Collection entries:
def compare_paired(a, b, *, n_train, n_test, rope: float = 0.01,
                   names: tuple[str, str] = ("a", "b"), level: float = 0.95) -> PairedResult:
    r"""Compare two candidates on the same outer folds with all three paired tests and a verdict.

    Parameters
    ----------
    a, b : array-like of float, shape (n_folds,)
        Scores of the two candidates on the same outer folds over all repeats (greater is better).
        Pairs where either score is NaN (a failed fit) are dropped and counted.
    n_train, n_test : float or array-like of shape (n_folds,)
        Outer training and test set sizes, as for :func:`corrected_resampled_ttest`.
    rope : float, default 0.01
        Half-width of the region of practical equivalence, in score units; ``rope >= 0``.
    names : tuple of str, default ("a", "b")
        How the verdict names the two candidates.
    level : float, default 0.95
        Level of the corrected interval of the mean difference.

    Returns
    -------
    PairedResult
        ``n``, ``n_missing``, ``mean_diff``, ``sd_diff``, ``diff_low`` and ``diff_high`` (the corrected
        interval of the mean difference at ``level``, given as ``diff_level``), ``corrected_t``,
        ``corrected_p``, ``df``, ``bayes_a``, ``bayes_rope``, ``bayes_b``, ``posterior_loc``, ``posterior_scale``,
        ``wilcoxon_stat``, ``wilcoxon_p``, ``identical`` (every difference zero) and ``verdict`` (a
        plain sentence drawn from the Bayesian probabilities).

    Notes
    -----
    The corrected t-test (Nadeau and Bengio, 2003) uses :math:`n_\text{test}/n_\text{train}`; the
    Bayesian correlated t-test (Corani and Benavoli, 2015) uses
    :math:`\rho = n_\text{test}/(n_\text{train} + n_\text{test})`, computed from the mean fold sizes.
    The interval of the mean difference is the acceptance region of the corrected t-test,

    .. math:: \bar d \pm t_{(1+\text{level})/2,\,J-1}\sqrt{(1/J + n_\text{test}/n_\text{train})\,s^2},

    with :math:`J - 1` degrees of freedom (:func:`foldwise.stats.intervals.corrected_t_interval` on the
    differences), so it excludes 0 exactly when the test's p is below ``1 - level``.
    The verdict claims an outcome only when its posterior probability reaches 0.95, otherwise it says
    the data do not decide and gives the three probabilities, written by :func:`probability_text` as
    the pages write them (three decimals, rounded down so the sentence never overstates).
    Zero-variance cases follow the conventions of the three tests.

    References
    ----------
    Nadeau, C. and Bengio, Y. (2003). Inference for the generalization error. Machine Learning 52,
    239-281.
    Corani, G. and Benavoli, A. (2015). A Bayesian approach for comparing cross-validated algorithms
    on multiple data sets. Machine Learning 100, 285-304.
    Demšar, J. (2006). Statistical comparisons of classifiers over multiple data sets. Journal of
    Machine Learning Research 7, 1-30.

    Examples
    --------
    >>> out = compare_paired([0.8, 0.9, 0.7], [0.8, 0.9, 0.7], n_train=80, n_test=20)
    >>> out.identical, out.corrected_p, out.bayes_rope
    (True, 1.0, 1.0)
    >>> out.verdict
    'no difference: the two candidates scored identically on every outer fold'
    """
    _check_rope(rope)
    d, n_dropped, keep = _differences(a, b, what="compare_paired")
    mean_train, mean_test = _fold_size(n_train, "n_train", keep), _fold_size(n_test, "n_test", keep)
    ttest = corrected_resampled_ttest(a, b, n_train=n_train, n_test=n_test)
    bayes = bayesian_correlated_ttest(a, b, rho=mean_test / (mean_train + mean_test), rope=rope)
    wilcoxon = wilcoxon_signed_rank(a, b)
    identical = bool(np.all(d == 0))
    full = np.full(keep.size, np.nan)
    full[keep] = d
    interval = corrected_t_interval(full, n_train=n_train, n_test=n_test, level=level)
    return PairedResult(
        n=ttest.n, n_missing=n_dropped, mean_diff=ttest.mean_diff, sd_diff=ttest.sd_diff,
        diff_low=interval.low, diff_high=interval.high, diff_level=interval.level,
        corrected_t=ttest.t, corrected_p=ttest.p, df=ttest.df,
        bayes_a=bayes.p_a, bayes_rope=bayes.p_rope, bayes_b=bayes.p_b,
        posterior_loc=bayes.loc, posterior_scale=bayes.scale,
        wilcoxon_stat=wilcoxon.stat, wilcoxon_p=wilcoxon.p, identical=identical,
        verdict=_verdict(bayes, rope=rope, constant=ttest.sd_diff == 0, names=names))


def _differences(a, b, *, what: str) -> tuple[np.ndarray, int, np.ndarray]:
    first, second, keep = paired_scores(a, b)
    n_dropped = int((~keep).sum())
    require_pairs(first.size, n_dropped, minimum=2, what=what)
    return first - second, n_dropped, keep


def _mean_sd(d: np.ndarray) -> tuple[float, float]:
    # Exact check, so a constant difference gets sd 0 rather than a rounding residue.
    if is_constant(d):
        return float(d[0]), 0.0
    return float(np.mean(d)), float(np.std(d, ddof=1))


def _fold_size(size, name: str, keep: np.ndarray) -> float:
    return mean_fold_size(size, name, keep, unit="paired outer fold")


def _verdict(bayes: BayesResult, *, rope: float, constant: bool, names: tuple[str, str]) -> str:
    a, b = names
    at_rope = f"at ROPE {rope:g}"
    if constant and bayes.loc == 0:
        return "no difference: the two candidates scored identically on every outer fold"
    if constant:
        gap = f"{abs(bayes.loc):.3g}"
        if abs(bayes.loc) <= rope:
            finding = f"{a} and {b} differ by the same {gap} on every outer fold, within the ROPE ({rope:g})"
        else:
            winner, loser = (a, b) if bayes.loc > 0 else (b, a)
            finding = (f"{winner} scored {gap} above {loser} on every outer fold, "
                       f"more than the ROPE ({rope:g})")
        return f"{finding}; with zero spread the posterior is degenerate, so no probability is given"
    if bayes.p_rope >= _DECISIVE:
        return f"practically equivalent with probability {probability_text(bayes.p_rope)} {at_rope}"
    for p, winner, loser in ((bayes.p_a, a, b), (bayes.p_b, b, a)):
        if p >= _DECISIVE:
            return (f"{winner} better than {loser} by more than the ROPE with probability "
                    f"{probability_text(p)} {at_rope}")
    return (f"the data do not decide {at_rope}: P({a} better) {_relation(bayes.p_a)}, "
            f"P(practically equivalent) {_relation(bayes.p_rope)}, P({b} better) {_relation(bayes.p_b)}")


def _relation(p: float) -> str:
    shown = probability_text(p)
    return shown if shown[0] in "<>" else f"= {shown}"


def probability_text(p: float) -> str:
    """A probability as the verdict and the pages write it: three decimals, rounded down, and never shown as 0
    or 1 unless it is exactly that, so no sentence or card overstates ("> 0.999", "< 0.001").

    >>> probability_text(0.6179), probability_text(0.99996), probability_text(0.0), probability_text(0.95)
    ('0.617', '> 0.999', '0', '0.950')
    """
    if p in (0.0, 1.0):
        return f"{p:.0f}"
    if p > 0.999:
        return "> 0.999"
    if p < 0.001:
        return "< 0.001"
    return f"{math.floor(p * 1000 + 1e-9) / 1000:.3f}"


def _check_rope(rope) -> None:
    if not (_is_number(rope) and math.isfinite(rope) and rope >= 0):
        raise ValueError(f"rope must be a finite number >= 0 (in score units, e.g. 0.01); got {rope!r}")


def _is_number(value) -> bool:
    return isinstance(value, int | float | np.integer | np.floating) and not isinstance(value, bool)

WHAT THE EXERCISE ASKS: Write out the records above exactly, from the opening line to the line with "The verdict claims", including both, with nothing added.

ANSWER:
def compare_paired(a, b, *, n_train, n_test, rope: float = 0.01,
                   names: tuple[str, str] = ("a", "b"), level: float = 0.95) -> PairedResult:
    r"""Compare two candidates on the same outer folds with all three paired tests and a verdict.

    Parameters
    ----------
    a, b : array-like of float, shape (n_folds,)
        Scores of the two candidates on the same outer folds over all repeats (greater is better).
        Pairs where either score is NaN (a failed fit) are dropped and counted.
    n_train, n_test : float or array-like of shape (n_folds,)
        Outer training and test set sizes, as for :func:`corrected_resampled_ttest`.
    rope : float, default 0.01
        Half-width of the region of practical equivalence, in score units; ``rope >= 0``.
    names : tuple of str, default ("a", "b")
        How the verdict names the two candidates.
    level : float, default 0.95
        Level of the corrected interval of the mean difference.

    Returns
    -------
    PairedResult
        ``n``, ``n_missing``, ``mean_diff``, ``sd_diff``, ``diff_low`` and ``diff_high`` (the corrected
        interval of the mean difference at ``level``, given as ``diff_level``), ``corrected_t``,
        ``corrected_p``, ``df``, ``bayes_a``, ``bayes_rope``, ``bayes_b``, ``posterior_loc``, ``posterior_scale``,
        ``wilcoxon_stat``, ``wilcoxon_p``, ``identical`` (every difference zero) and ``verdict`` (a
        plain sentence drawn from the Bayesian probabilities).

    Notes
    -----
    The corrected t-test (Nadeau and Bengio, 2003) uses :math:`n_\text{test}/n_\text{train}`; the
    Bayesian correlated t-test (Corani and Benavoli, 2015) uses
    :math:`\rho = n_\text{test}/(n_\text{train} + n_\text{test})`, computed from the mean fold sizes.
    The interval of the mean difference is the acceptance region of the corrected t-test,

    .. math:: \bar d \pm t_{(1+\text{level})/2,\,J-1}\sqrt{(1/J + n_\text{test}/n_\text{train})\,s^2},

    with :math:`J - 1` degrees of freedom (:func:`foldwise.stats.intervals.corrected_t_interval` on the
    differences), so it excludes 0 exactly when the test's p is below ``1 - level``.
    The verdict claims an outcome only when its posterior probability reaches 0.95, otherwise it says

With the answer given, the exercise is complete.